◆ Directions for this task ◆
Every line that holds the word "SETS" needs to be copied from the data below.

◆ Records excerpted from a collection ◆

Segment Open

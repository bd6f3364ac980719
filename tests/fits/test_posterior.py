"""Posterior of a Weibull life: a slow dense integration beside it, laws, and coverage."""

from __future__ import annotations

from dataclasses import dataclass

import numpy as np
import pytest
from numpy.typing import NDArray

from fleet.errors import DataError
from fleet.fits.posterior import Belief, weibull_posterior
from fleet.fits.weibull import fit_weibull
from fleet.lives.life_data import LifeData

INF = np.inf
WIDE = Belief(100.0, 3.0, 2.0, 2.0)
SHARED = Belief(1000.0, 5.0, 1.5, 2.5, share=0.3)
NONE = LifeData([], [])
FAILED = [80.0, 110.0, 130.0, 150.0, 170.0]
GOOD = [40.0, 55, 60, 70, 75, 90, 95, 100, 115, 120, 140, 145, 160, 175, 180]
STORY_6 = LifeData(FAILED + GOOD, FAILED + [INF] * len(GOOD))


def many_parts(n: int = 400) -> LifeData:
    age = 300 * np.random.default_rng(1).weibull(2.5, n)
    return LifeData(np.minimum(age, 200), np.where(age < 200, age, INF))


SETS = {
    "no rows": NONE,
    "no failures": LifeData([100] * 8, [INF] * 8),
    "exact and good": STORY_6,
    "intervals and late": LifeData([80, 0, 100, 50, 60], [120, 50, 100, INF, 60.1], entry=[0, 0, 60, 20, 30]),
    "entered just before the end": LifeData([130, 90, 70], [130, INF, INF], [60, 60, 69.999]),
    "many": many_parts(120),
}


@dataclass(frozen=True, eq=False)
class Dense:
    """Direct integration on a dense grid over eight standard deviations of the belief, row by row."""

    shape: NDArray[np.float64]
    log_b10: NDArray[np.float64]
    weight: NDArray[np.float64]
    hazard: NDArray[np.float64]
    log_quantile: NDArray[np.float64]

    def reliability(self, age: float) -> float:
        hazard = self.hazard * np.exp(np.minimum(self.shape * (np.log(age) - self.log_quantile), 300))
        return float((self.weight * np.exp(-hazard)).sum())

    def b10(self, q: float) -> float:
        order = np.argsort(self.log_b10, axis=None)
        below = np.cumsum(self.weight.ravel()[order])
        return float(np.exp(np.interp(q, below, self.log_b10.ravel()[order])))


def dense(data: LifeData, belief: Belief, n: int = 900) -> Dense:
    z = np.linspace(-8, 8, n)
    u = np.log(belief.shape_median) + belief.log_shape_sd * z[:, None]
    y = np.log(belief.t10) + belief.log_t10_sd * z[None, :]
    k, height = np.exp(u), -0.5 * z[:, None] ** 2 - 0.5 * z[None, :] ** 2

    def added(start: float, end: float) -> NDArray[np.float64]:
        """Cumulative hazard added from one age to another, the clipped part kept apart from the difference."""
        gap = k * (np.log(start) - np.log(end))
        return belief.hazard * np.exp(np.minimum(k * (np.log(end) - y), 300)) * -np.expm1(gap)

    with np.errstate(all="ignore"):
        for low, high, entry, count in zip(data.lower, data.upper, data.entry, data.count, strict=True):
            height = height - count * (added(entry, low) if low > entry else 0.0)
            if low == high:
                height = height + count * (u + np.log(belief.hazard) + k * (np.log(low) - y))
            elif np.isfinite(high):
                height = height + count * np.log(-np.expm1(-added(low, high)))
    weight = np.exp(np.where(np.isnan(height), -INF, height) - np.nanmax(height))
    log_b10 = y + np.log(-np.log(0.9) / belief.hazard) / k
    return Dense(k + 0 * y, log_b10, weight / weight.sum(), np.array(belief.hazard), y)


@pytest.mark.parametrize("belief", [WIDE, SHARED], ids=["whole", "share"])
@pytest.mark.parametrize("name", list(SETS))
def test_agrees_with_a_dense_integration(name: str, belief: Belief) -> None:
    data = SETS[name]
    posterior, direct = weibull_posterior(data, belief), dense(data, belief)
    for q in (0.05, 0.5, 0.95):
        assert posterior.b_life_quantile(10, q) == pytest.approx(direct.b10(q), rel=0.006)
    for age in (50.0, 100.0, 300.0):
        assert float(posterior.reliability(age)) == pytest.approx(direct.reliability(age), abs=3e-4)
    mean = float((direct.weight * direct.log_b10).sum())
    variance = float((direct.weight * (direct.log_b10 - mean) ** 2).sum())
    share = max(0.0, 1 - variance / belief.log_b10_variance)
    assert posterior.data_share == pytest.approx(share, abs=2e-3)
    below = float(direct.weight[direct.shape < 1].sum())
    assert posterior.probability_shape_below(1.0) == pytest.approx(below, abs=2e-3)


def test_no_rows_give_the_belief_back() -> None:
    posterior = weibull_posterior(NONE, WIDE)
    for q, age in ((0.05, 100 / 3), (0.5, 100), (0.95, 300)):
        assert posterior.b_life_quantile(10, q) == pytest.approx(age, rel=2e-3)
    assert posterior.data_share == pytest.approx(0.0, abs=1e-6)
    assert posterior.mostly_assumption
    assert posterior.probability_shape_below(2.0) == pytest.approx(0.5, abs=1e-3)
    assert posterior.probability_shape_below(1.0) == pytest.approx(0.05, abs=1e-3)


def test_the_shares_of_the_modes_together_give_the_answer_about_the_part_back() -> None:
    shares = (0.5, 0.3, 0.2)
    sharp = [Belief(100.0, 1.0001, 2.0, 2.0, share) for share in shares]
    together = np.prod([weibull_posterior(NONE, belief).reliability(100.0) for belief in sharp])
    assert together == pytest.approx(0.9, abs=1e-4)
    whole = weibull_posterior(NONE, Belief(100.0, 1.0001, 2.0, 2.0)).reliability(100.0) ** 3
    assert whole == pytest.approx(0.73, abs=0.005)


def test_many_failures_lead_to_the_maximum_likelihood_life() -> None:
    data = many_parts(5000)
    posterior, fit = weibull_posterior(data, WIDE), fit_weibull(data)
    assert posterior.b_life_quantile(10, 0.5) == pytest.approx(fit.b_life(10), rel=0.01)
    assert posterior.data_share > 0.99
    assert not posterior.mostly_assumption


def test_a_belief_that_many_data_contradict_is_left_behind() -> None:
    age = 2.0 * np.random.default_rng(2).weibull(6.0, 3000)
    posterior = weibull_posterior(LifeData(age, age), Belief(1e5, 1.5, 0.6, 1.3))
    fit = fit_weibull(LifeData(age, age))
    assert posterior.b_life_quantile(10, 0.5) == pytest.approx(fit.b_life(10), rel=0.05)


def test_interpolated_sums_are_as_good_as_direct_ones() -> None:
    data = many_parts(63)
    split = LifeData(np.tile(data.lower, 10), np.tile(data.upper, 10), count=np.full(630, 0.1))
    few, many = weibull_posterior(data, WIDE), weibull_posterior(split, WIDE)
    assert many.b_life_quantile(10, 0.3) == pytest.approx(few.b_life_quantile(10, 0.3), rel=1e-7)


def test_a_narrow_interval_is_as_good_as_the_exact_age() -> None:
    age = np.array(FAILED)
    narrow = weibull_posterior(LifeData([*(age - 1e-4), *GOOD], [*(age + 1e-4), *[INF] * len(GOOD)]), WIDE)
    exact = weibull_posterior(STORY_6, WIDE)
    assert narrow.b_life_quantile(10, 0.5) == pytest.approx(exact.b_life_quantile(10, 0.5), rel=1e-5)


@pytest.mark.parametrize("factor", [3600.0, 1e-12, 1e15])
def test_a_change_of_unit_scales_the_life_and_changes_nothing_else(factor: float) -> None:
    data = SETS["intervals and late"]
    scaled = LifeData(data.lower * factor, data.upper * factor, data.entry * factor)
    here, there = weibull_posterior(data, WIDE), weibull_posterior(scaled, Belief(100 * factor, 3, 2, 2))
    assert there.b_life_quantile(10, 0.2) == pytest.approx(here.b_life_quantile(10, 0.2) * factor, rel=1e-6)
    assert there.data_share == pytest.approx(here.data_share, abs=1e-8)


@pytest.mark.parametrize("shape", [0.15, 1.0, 50.0])
@pytest.mark.parametrize("age", [1e-6, 1.0, 1e9])
def test_flat_and_steep_shapes_and_huge_ages_stay_finite(shape: float, age: float) -> None:
    data = LifeData([age, 0.7 * age, 0.0], [age, INF, 0.5 * age])
    posterior = weibull_posterior(data, Belief(100.0, 3.0, shape, 2.0))
    assert np.all(np.isfinite(posterior.weight)) and np.all(np.isfinite(posterior.scale))
    assert posterior.weight.sum() == pytest.approx(1.0)
    assert 0 < posterior.b_life_quantile(10, 0.05) <= posterior.b_life_quantile(10, 0.95) < INF


def test_good_parts_lengthen_the_believed_life_and_early_failures_shorten_it() -> None:
    prior = weibull_posterior(NONE, WIDE).b_life_quantile(10, 0.5)
    good = weibull_posterior(LifeData([100] * 8, [INF] * 8), WIDE)
    bad = weibull_posterior(LifeData([20] * 8, [20] * 8), WIDE)
    assert bad.b_life_quantile(10, 0.5) < prior < good.b_life_quantile(10, 0.5)
    assert good.failures == 0.0


def test_reliability_quantiles_rise_with_q_and_hold_the_mean() -> None:
    posterior = weibull_posterior(STORY_6, WIDE)
    ages = [0.0, 60.0, 120.0, 400.0]
    low, middle, high = (posterior.reliability_quantile(ages, q) for q in (0.05, 0.5, 0.95))
    assert low[0] == middle[0] == high[0] == 1.0
    assert np.all((low <= middle) & (middle <= high))
    assert np.all((low[1:] < posterior.reliability(ages)[1:]) & (posterior.reliability(ages)[1:] < high[1:]))
    b10 = posterior.b_life_quantile(10, 0.25)
    assert posterior.reliability_quantile(b10, 0.25) == pytest.approx(0.9, abs=1e-6)


def test_a_belief_that_cannot_be_is_refused_with_every_problem() -> None:
    with pytest.raises(DataError, match=r"t10 is -1[\s\S]*factor is 1.0[\s\S]*share is 0"):
        Belief(-1.0, 1.0, 2.0, 2.0, share=0.0)


def test_ninety_per_cent_intervals_cover_lives_drawn_from_the_belief() -> None:
    rng = np.random.default_rng(20)
    held, runs = 0, 200
    for _ in range(runs):
        t10 = 100 * np.exp(WIDE.log_t10_sd * rng.normal())
        shape = 2 * np.exp(WIDE.log_shape_sd * rng.normal())
        age = np.sort(t10 * (rng.exponential(size=8) / -np.log(0.9)) ** (1 / shape))
        posterior = weibull_posterior(LifeData(np.minimum(age, age[1]), [*age[:2], *[INF] * 6]), WIDE)
        held += posterior.b_life_quantile(10, 0.05) < t10 < posterior.b_life_quantile(10, 0.95)
    assert abs(held / runs - 0.9) < 3 * np.sqrt(0.09 / runs)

Segment Closed

◆ Response area ◆
SETS = {
@pytest.mark.parametrize("name", list(SETS))
    data = SETS[name]
    data = SETS["intervals and late"]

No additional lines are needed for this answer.